AM-4030 is an analgesic drug which is a cannabinoid receptor agonist. It is a derivative of HU-210 which has been substituted with a 6β-((E)-3-hydroxyprop-1-enyl) group. This adds a "southern" aliphatic hydroxyl group to the molecule as seen in the CP-series of nonclassical cannabinoid drugs, and so AM-4030 represents a hybrid structure between the classical and nonclassical cannabinoid families,[1] with the 6-hydroxyalkyl chain rigidified with a double bond with defined stereochemistry.
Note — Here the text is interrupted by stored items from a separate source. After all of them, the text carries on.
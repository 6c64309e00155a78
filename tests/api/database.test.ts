// Migrations on an empty database and seed idempotence.
// Sources: SQLite documentation (PRAGMA journal_mode, PRAGMA foreign_keys, sqlite_schema);
// the agreed contract (one demo user per role, e-mail <role>@hspdo.example, password tocsin-<role>-demo).
import fs from 'node:fs';
import os from 'node:os';
import path from 'node:path';
import { afterEach, describe, expect, it } from 'vitest';
import { getTableConfig } from 'drizzle-orm/sqlite-core';
import { closeDb, openDb, type Db } from '../../server/db/client';
import { MIGRATIONS_FOLDER, runMigrations } from '../../server/db/migrate';
import * as schema from '../../server/db/schema';
import { DEMO_USERS, seed } from '../../server/db/seed';
import { verifyPassword } from '../../server/services/passwords';
import { ROLES } from '../../shared/roles';

const opened: { db: Db; dir: string }[] = [];
function freshDb(): Db {
  // A folder that does not exist yet: opening must create it.
  const dir = path.join(fs.mkdtempSync(path.join(os.tmpdir(), 'tocsin-db-')), 'nested', 'data');
  const db = openDb(path.join(dir, 'tocsin.sqlite'));
  opened.push({ db, dir });
  return db;
}
afterEach(() => {
  for (const { db, dir } of opened.splice(0)) {
    closeDb(db);
    fs.rmSync(path.dirname(path.dirname(dir)), { recursive: true, force: true });
  }
});

const tablesOfSchema = Object.values(schema)
  .filter((v) => v && typeof v === 'object' && Symbol.for('drizzle:IsDrizzleTable') in (v as object))
  .map((t) => getTableConfig(t as never));

/** Every row of every table, for comparing states. */
function snapshot(db: Db): Record<string, unknown[]> {
  const out: Record<string, unknown[]> = {};
  for (const t of tablesOfSchema) out[t.name] = db.$client.prepare(`select * from "${t.name}" order by 1`).all();
  return out;
}

describe('migrations', () => {
  it('build every table and column of the schema on an empty database, with WAL and foreign keys', () => {
    const db = freshDb();
    const before = db.$client.prepare("select name from sqlite_schema where type = 'table' and name not like 'sqlite_%'").all();
    expect(before).toHaveLength(0);
    runMigrations(db);

    expect(tablesOfSchema.length).toBeGreaterThanOrEqual(3);
    for (const t of tablesOfSchema) {
      const cols = (db.$client.prepare(`pragma table_info("${t.name}")`).all() as { name: string }[]).map((c) => c.name).sort();
      expect(cols, t.name).toEqual(t.columns.map((c) => c.name).sort());
    }
    expect(db.$client.pragma('journal_mode', { simple: true })).toBe('wal');
    expect(db.$client.pragma('foreign_keys', { simple: true })).toBe(1);

    // Every migration file in ./drizzle was applied, once.
    const files = fs.readdirSync(MIGRATIONS_FOLDER).filter((f) => f.endsWith('.sql'));
    const applied = db.$client.prepare('select count(*) as n from __drizzle_migrations').get() as { n: number };
    expect(applied.n).toBe(files.length);
    runMigrations(db);
    expect((db.$client.prepare('select count(*) as n from __drizzle_migrations').get() as { n: number }).n).toBe(files.length);
  });

  it('enforce foreign keys (an invitation for a missing user is refused)', () => {
    const db = freshDb();
    runMigrations(db);
    expect(() =>
      db.insert(schema.invitations).values({ tokenHash: 'x', userId: 4242, expiresAt: new Date() }).run(),
    ).toThrow(/FOREIGN KEY/);
  });
});

describe('seed', () => {
  it('creates the invented office and one user per role with the printed passwords', async () => {
    const db = freshDb();
    runMigrations(db);
    await seed(db);
    const rows = db.select().from(schema.users).all();
    expect(rows.map((r) => r.role).sort()).toEqual([...ROLES].sort());
    for (const u of DEMO_USERS) {
      const row = rows.find((r) => r.email === `${u.role}@hspdo.example`)!;
      expect(row.name).toBe(u.name);
      expect(row.active).toBe(true);
      expect(row.passwordHash).toMatch(/^\$argon2id\$/);
      expect(await verifyPassword(row.passwordHash, `tocsin-${u.role}-demo`)).toBe(true);
      expect(await verifyPassword(row.passwordHash, `tocsin-${u.role}-dem0`)).toBe(false);
    }
    expect(db.select().from(schema.settings).all()).toEqual([{ key: 'office.name', value: 'Halden Sound Planetary Defence Office' }]);
  });

  it('is idempotent: a second run changes nothing, and leaves a changed password alone', async () => {
    const db = freshDb();
    runMigrations(db);
    expect((await seed(db)).inserted).toBeGreaterThan(0);
    const first = snapshot(db);
    expect((await seed(db)).inserted).toBe(0);
    expect(snapshot(db)).toEqual(first);

    db.$client.prepare("update users set password_hash = 'changed' where email = 'analyst@hspdo.example'").run();
    const changed = snapshot(db);
    await seed(db);
    expect(snapshot(db)).toEqual(changed);
  });
});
This gives AM-4030 a greater degree of selectivity, so while it is still a potent agonist at both CB1 and CB2, it is reasonably selective for CB1, with a Ki of 0.7nM at CB1 and 8.6nM at CB2, a selectivity of around 12x.[2][3] Resolution of the enantiomers of AM-4030 yields an even more potent compound, although with less selectivity, with the (−) enantiomer AM-4030a having a Ki of 0.6nM at CB1 and 1.1nM at CB2.[4]

See also

References

  1. ^ Pertwee R. Cannabinoids. Handbook of Experimental Pharmacology. Vol. 168. Springer. p. 269. ISBN 3-540-22565-X.
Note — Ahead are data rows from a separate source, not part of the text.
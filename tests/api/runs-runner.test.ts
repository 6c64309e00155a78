// The run queue's guarantees with two runners on one SQLite database (as two processes on one file would be):
// every run is claimed by exactly one runner and finishes exactly once; a runner that lost its lease (it stopped
// heartbeating and another runner took the run over) cannot write its late answer.
// The engine is replaced here by a test executor that waits and answers a small JSON naming the runner: these
// tests are about the queue (claim, lease, fencing), which does not depend on what the work computes. The real
// engine path is covered by tests/api/runs.test.ts and by the demo runs below (real engine).
// Source: common practice for lease-based job queues (atomic claim, heartbeat, fencing on the lease owner), no source.
import { spawn } from 'node:child_process';
import { afterAll, beforeAll, describe, expect, it } from 'vitest';
import { eq } from 'drizzle-orm';
import { assessmentRuns, orbitSolutions, trackedObjects } from '../../server/db/schema';
import type { Executor } from '../../server/services/runs/executor';
import { queueDemoRuns } from '../../server/services/runs/demoRuns';
import { createRunner, type Runner } from '../../server/services/runs/runner';
import { startTestServer, type TestServer } from '../helpers/testServer';

let srv: TestServer;
let solutionId: number;
beforeAll(async () => {
  srv = await startTestServer();
  solutionId = srv.db.select({ id: orbitSolutions.id }).from(orbitSolutions).where(eq(orbitSolutions.version, 1)).limit(1).get()!.id;
});
afterAll(() => srv?.close());

const sleep = (ms: number) => new Promise((r) => setTimeout(r, ms));

/** A stand-in for the engine: waits `ms` (or until aborted) and answers JSON naming who ran it. */
function waitingExecutor(name: string, ms: number, log: { name: string; runId: number; event: 'start' | 'end' | 'abort' }[]): Executor {
  return (job, { signal }) =>
    new Promise((resolve, reject) => {
      log.push({ name, runId: job.runId, event: 'start' });
      const t = setTimeout(() => {
        log.push({ name, runId: job.runId, event: 'end' });
        resolve(JSON.stringify({ object: 'test', ranBy: name, analysisDateUtc: '2026-12-01T00:00:00Z', approaches: [], provenance: {}, palermoCumulative: null, torinoMax: null }));
      }, ms);
      signal.addEventListener('abort', () => {
        clearTimeout(t);
        log.push({ name, runId: job.runId, event: 'abort' });
        reject(new Error('aborted'));
      });
    });
}

const queue = (n: number) => Array.from({ length: n }, () => srv.services.runs.create({ solutionId, until: '2030-01-01T00:00:00Z', methods: ['linear'], clones: 1, seed: 1, bodies: ['earth'], maxAu: 0.05 }, null).id);
const rowOf = (id: number) => srv.db.select().from(assessmentRuns).where(eq(assessmentRuns.id, id)).get()!;

describe('two runners on one database', () => {
  it('claim every run exactly once and finish it once', async () => {
    const log: { name: string; runId: number; event: 'start' | 'end' | 'abort' }[] = [];
    const runners: Runner[] = ['A', 'B'].map((name) =>
      createRunner(srv.db, srv.services.runs, { owner: `test-${name}`, concurrency: 2, pollMs: 20, leaseMs: 5000, executor: waitingExecutor(name, 60, log), log: () => undefined }),
    );
    const ids = queue(12);
    for (const r of runners) r.start();
    await expect.poll(() => ids.every((id) => rowOf(id).status === 'done'), { timeout: 15_000, interval: 50 }).toBe(true);
    for (const r of runners) await r.stop();

    for (const id of ids) {
      const starts = log.filter((e) => e.runId === id && e.event === 'start');
      expect(starts.length, `run ${id}`).toBe(1);
      const row = rowOf(id);
      expect(row.attempts).toBe(1);
      expect(JSON.parse(row.resultJson!).ranBy).toBe(starts[0].name);
      expect(row.leaseOwner).toBeNull();
    }
    // both runners took part (each can hold 2 of the 12 at a time)
    expect(new Set(log.map((e) => e.name)).size).toBe(2);
  });

  it('a runner whose lease ran out cannot store its late answer; the runner that took over does', async () => {
    const log: { name: string; runId: number; event: 'start' | 'end' | 'abort' }[] = [];
    // A: slow, and its heartbeat is far apart, so its 300 ms lease runs out while it works (a stalled process).
    const a = createRunner(srv.db, srv.services.runs, { owner: 'test-slow', leaseMs: 300, heartbeatMs: 60_000, pollMs: 60_000, executor: waitingExecutor('slow', 1500, log), log: () => undefined });
    const [id] = queue(1);
    a.start();
    await expect.poll(() => rowOf(id).leaseOwner, { timeout: 5000, interval: 20 }).toBe('test-slow');
    // B arrives later: requeues the expired run and finishes it quickly.
    await sleep(400);
    const b = createRunner(srv.db, srv.services.runs, { owner: 'test-quick', leaseMs: 5000, pollMs: 20, executor: waitingExecutor('quick', 50, log), log: () => undefined });
    b.start();
    await expect.poll(() => rowOf(id).status, { timeout: 5000, interval: 20 }).toBe('done');
    expect(JSON.parse(rowOf(id).resultJson!).ranBy).toBe('quick');
    expect(rowOf(id).attempts).toBe(2);
    // A finishes its work after B; its 'done' write is refused by the lease condition
    await expect.poll(() => log.some((e) => e.name === 'slow' && e.runId === id && e.event === 'end'), { timeout: 5000, interval: 50 }).toBe(true);
    await sleep(100);
    expect(JSON.parse(rowOf(id).resultJson!).ranBy).toBe('quick');
    expect(rowOf(id).status).toBe('done');
    await a.stop();
    await b.stop();
  });

  it('gives up on a run interrupted maxAttempts times and says why', async () => {
    const [id] = queue(1);
    // three claims by runners that die without a word (lease already expired when the next one looks)
    for (let i = 0; i < 3; i++) {
      srv.db.update(assessmentRuns).set({ status: 'running', attempts: i + 1, leaseOwner: `gone-${i}`, leaseExpiresAt: new Date(Date.now() - 1000) }).where(eq(assessmentRuns.id, id)).run();
    }
    const log: { name: string; runId: number; event: 'start' | 'end' | 'abort' }[] = [];
    const r = createRunner(srv.db, srv.services.runs, { owner: 'test-last', pollMs: 20, maxAttempts: 3, executor: waitingExecutor('last', 10, log), log: () => undefined });
    r.start();
    await expect.poll(() => rowOf(id).status, { timeout: 5000, interval: 20 }).toBe('failed');
    await r.stop();
    expect(rowOf(id).error).toMatch(/interrupted 3 times/);
    expect(log.filter((e) => e.runId === id)).toEqual([]);
  });
});

describe('demo runs', () => {
  it('queues one run per demo object on first start only, and the real engine completes them', async () => {
    const demo = await startTestServer({ runner: { pollMs: 100 } });
    try {
      const analystEmail = 'analyst@hspdo.example';
      const ids = queueDemoRuns(demo.db, demo.services.runs, analystEmail);
      expect(ids.length).toBe(3);
      expect(queueDemoRuns(demo.db, demo.services.runs, analystEmail)).toEqual([]); // a restart queues nothing new
      await expect.poll(() => ids.map((id) => demo.services.runs.get(id).status), { timeout: 120_000, interval: 200 }).toEqual(['done', 'done', 'done']);
      // the asteroid's run finds its designed 2034 encounter (server/db/demo/make-nea.ts) and fills the summary
      const nea = demo.services.objects.list({ page: 1, pageSize: 10, sort: 'designation', q: 'HSO-26-N4' }).items[0];
      expect(nea.nextCloseApproachAt?.slice(0, 10)).toBe('2034-09-17');
      expect(nea.maxImpactProbability).toBeGreaterThan(0);
      expect(nea.lastRunAt).not.toBeNull();
      for (const o of demo.services.objects.list({ page: 1, pageSize: 10, sort: 'designation' }).items) expect(o.lastRunAt, o.designation).not.toBeNull();
    } finally {
      await demo.close();
    }
  }, 150_000);
});

describe('a runner process killed in the middle of a run', () => {
  it('leaves the run to the next start, which takes it over at once (its owner process is gone) and finishes it', async () => {
    const crash = await startTestServer({ runner: false });
    try {
      const neaSolution = crash.db
        .select({ id: orbitSolutions.id })
        .from(orbitSolutions)
        .innerJoin(trackedObjects, eq(trackedObjects.id, orbitSolutions.objectId))
        .where(eq(trackedObjects.designation, 'HSO-26-N4'))
        .get()!.id;
      const id = crash.services.runs.create({ solutionId: neaSolution, until: '2035-01-01T00:00:00Z', methods: ['linear', 'lov'], clones: 1, seed: 1, bodies: ['earth'], maxAu: 0.05 }, null).id;
      const child = spawn(process.execPath, ['--import', 'tsx', 'tests/helpers/runnerProcess.ts', crash.databaseFile], { stdio: ['ignore', 'pipe', 'pipe'] });
      let stderr = '';
      child.stderr.on('data', (d) => (stderr += d));
      const exited = new Promise<void>((resolve) => child.on('exit', () => resolve()));
      const row = () => crash.db.select().from(assessmentRuns).where(eq(assessmentRuns.id, id)).get()!;
      // the child claims the run and gets into the line of variations
      await expect.poll(() => { const r = row(); return r.status === 'running' && r.progressStage === 'lov' && r.progressDone > 0; }, { timeout: 90_000, interval: 50 }).toBe(true);
      const owner = row().leaseOwner!;
      expect(owner.split('/')[1]).toBe(String(child.pid));
      child.kill('SIGKILL');
      await exited;
      // as the crash left it: still 'running', owned by the dead process, lease good for about a minute more
      expect(row()).toMatchObject({ status: 'running', attempts: 1, leaseOwner: owner });
      const leaseEndAtCrash = row().leaseExpiresAt!.getTime();
      expect(leaseEndAtCrash).toBeGreaterThan(Date.now() + 30_000);

      const next = createRunner(crash.db, crash.services.runs, { leaseMs: 60_000, pollMs: 100, log: () => undefined });
      next.start();
      try {
        await expect.poll(() => row().status, { timeout: 90_000, interval: 100 }).toBe('done');
      } finally {
        await next.stop();
      }
      // finished well before the dead owner's lease would have run out: taken over because its process is gone
      expect(row().finishedAt!.getTime()).toBeLessThan(leaseEndAtCrash);
      expect(row()).toMatchObject({ status: 'done', attempts: 2, leaseOwner: null });
      expect(JSON.parse(row().resultJson!).object).toBe('HSO-26-N4');
      expect(stderr).toContain(`run ${id}: claimed by ${owner}`);
    } finally {
      await crash.close();
    }
  }, 240_000);
});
  2. ^ Tius MA, Hill WA, Zou XL, Busch-Petersen J, Kawakami JK, Fernandez-Garcia MC, et al. (1995). "Classical/non-classical cannabinoid hybrids; stereochemical requirements for the southern hydroxyalkyl chain". Life Sciences. 56 (23–24): 2007–12. doi:10.1016/0024-3205(95)00182-6. PMID 7776825.
  3. ^ Drake DJ, Jensen RS, Busch-Petersen J, Kawakami JK, Concepcion Fernandez-Garcia M, Fan P, et al. (September 1998). "Classical/nonclassical hybrid cannabinoids: southern aliphatic chain-functionalized C-6beta methyl, ethyl, and propyl analogues". Journal of Medicinal Chemistry. 41 (19): 3596–608. doi:10.1021/jm960677q. PMID 9733485.
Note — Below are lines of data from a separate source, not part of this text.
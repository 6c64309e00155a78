// Shared setup of the bulletin API tests: signed-in clients per role, assessment runs stored directly from the
// real engine-run fixture (tests/api/fixtures/bulletin-runs.json, made by make-bulletin-runs.ts), and documents
// with linked figures.
import fs from 'node:fs';
import path from 'node:path';
import { fileURLToPath } from 'node:url';
import { eq } from 'drizzle-orm';
import { expect } from 'vitest';
import { assessmentRuns, orbitSolutions, trackedObjects } from '../../server/db/schema';
import type { BulletinDocument, FigureQuantity } from '../../shared/bulletins/document';
import { bulletinSchema, type Bulletin } from '../../shared/schemas/bulletins';
import type { TestServer } from '../helpers/testServer';
import { ApiClient } from './apiClient';

const here = path.dirname(fileURLToPath(import.meta.url));

export interface FixtureRun {
  analysisUtc: string;
  untilUtc: string;
  solutionVersion: number;
  inputSha256: string;
  result: {
    approaches: { body: string; epochTdbJd: number; palermo: number | null; torino: number | null; distanceKm: number; impactProbability: { linear: number | null } }[];
    provenance: { engineVersion: string };
    palermoCumulative: number | null;
  } & Record<string, unknown>;
}

export const FIXTURE_RUNS = JSON.parse(fs.readFileSync(path.join(here, 'fixtures/bulletin-runs.json'), 'utf8')) as FixtureRun[];

export const NEA = 'HSO-26-N4';

export { signedIn } from './signedIn';

export function neaIds(srv: TestServer): { objectId: number; solutionId: number } {
  const obj = srv.db.select().from(trackedObjects).where(eq(trackedObjects.designation, NEA)).get()!;
  const sol = srv.db.select().from(orbitSolutions).where(eq(orbitSolutions.objectId, obj.id)).get()!;
  return { objectId: obj.id, solutionId: sol.id };
}

/** Store a finished run of the demo NEA with the fixture's result (index 0 or 1), finished at `finishedAt`. */
export function insertRun(srv: TestServer, fixtureIndex: number, finishedAt: Date): number {
  const { objectId, solutionId } = neaIds(srv);
  const f = FIXTURE_RUNS[fixtureIndex];
  const sol = srv.db.select().from(orbitSolutions).where(eq(orbitSolutions.id, solutionId)).get()!;
  return srv.db
    .insert(assessmentRuns)
    .values({
      objectId,
      solutionId,
      solutionVersion: sol.version,
      inputSha256: sol.inputSha256,
      optionsJson: JSON.stringify({ until: f.untilUtc, methods: ['linear'], clones: 1, seed: 1, bodies: ['earth'], maxAu: 0.05, analysisUtc: f.analysisUtc }),
      status: 'done',
      progressDone: 1,
      progressTotal: 1,
      attempts: 1,
      createdAt: new Date(finishedAt.getTime() - 5000),
      startedAt: new Date(finishedAt.getTime() - 4000),
      finishedAt,
      provenanceJson: JSON.stringify({ objectId, designation: NEA, solutionId, solutionVersion: sol.version, inputSha256: sol.inputSha256, methods: ['linear'], clones: null, seed: null }),
      resultJson: JSON.stringify(f.result),
    })
    .returning({ id: assessmentRuns.id })
    .get().id;
}

/** The 2034 Earth encounter of the fixture (the only approach in the window). */
export const ENCOUNTER = { body: FIXTURE_RUNS[0].result.approaches[0].body, epochTdbJd: FIXTURE_RUNS[0].result.approaches[0].epochTdbJd };

export function figure(runId: number, quantity: FigureQuantity, objectLevel = false) {
  return { type: 'linkedFigure' as const, attrs: { runId, quantity, body: objectLevel ? null : ENCOUNTER.body, epochTdbJd: objectLevel ? null : ENCOUNTER.epochTdbJd } };
}

/** A short document: a heading, a paragraph with the Palermo figure, a paragraph with the impact probability. */
export function docWithFigures(runId: number, lead = 'The asteroid passes Earth in September 2034.'): BulletinDocument {
  return {
    type: 'doc',
    content: [
      { type: 'heading', attrs: { level: 2 }, content: [{ type: 'text', text: 'Assessment' }] },
      { type: 'paragraph', content: [{ type: 'text', text: lead }] },
      { type: 'paragraph', content: [{ type: 'text', text: 'Palermo scale: ' }, figure(runId, 'palermo'), { type: 'text', text: '.' }] },
      { type: 'paragraph', content: [{ type: 'text', text: 'Impact probability: ' }, figure(runId, 'impactProbability'), { type: 'text', text: '.' }] },
    ],
  };
}

export async function createBulletin(analyst: ApiClient, objectId: number, document: BulletinDocument, title = 'HSO-26-N4: September 2034 encounter'): Promise<Bulletin> {
  const res = await analyst.request('POST', '/api/bulletins', { body: { objectId, title, document } });
  expect(res.status, JSON.stringify(res.body)).toBe(201);
  return bulletinSchema.parse(res.body);
}

/** Every figure of a bulletin as the sign-off confirms it. */
export function confirmAll(b: Bulletin) {
  return b.figures.map((f) => ({ index: f.index, runId: f.attrs.runId, quantity: f.attrs.quantity }));
}

export async function transition(client: ApiClient, b: Pick<Bulletin, 'id'>, body: Record<string, unknown>) {
  return client.request('POST', `/api/bulletins/${b.id}/transitions`, { body });
}

/** Drive a new bulletin through submit and approve; returns it approved (version 1). */
export async function approvedBulletin(as: Record<string, ApiClient>, objectId: number, runId: number): Promise<Bulletin> {
  const b = await createBulletin(as.analyst, objectId, docWithFigures(runId));
  expect((await transition(as.analyst, b, { action: 'submit' })).status).toBe(200);
  const res = await transition(as.reviewer, b, { action: 'approve', comment: 'Figures checked against the run.', confirmedFigures: confirmAll(b) });
  expect(res.status, JSON.stringify(res.body)).toBe(200);
  return bulletinSchema.parse(res.body);
}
  4. ^ Thakur GA, Palmer SL, Harrington PE, Stergiades IA, Tius MA, Makriyannis A (December 2002). "Enantiomeric resolution of a novel chiral cannabinoid receptor ligand". Journal of Biochemical and Biophysical Methods. 54 (1–3): 415–22. doi:10.1016/s0165-022x(02)00144-6. PMID 12543516.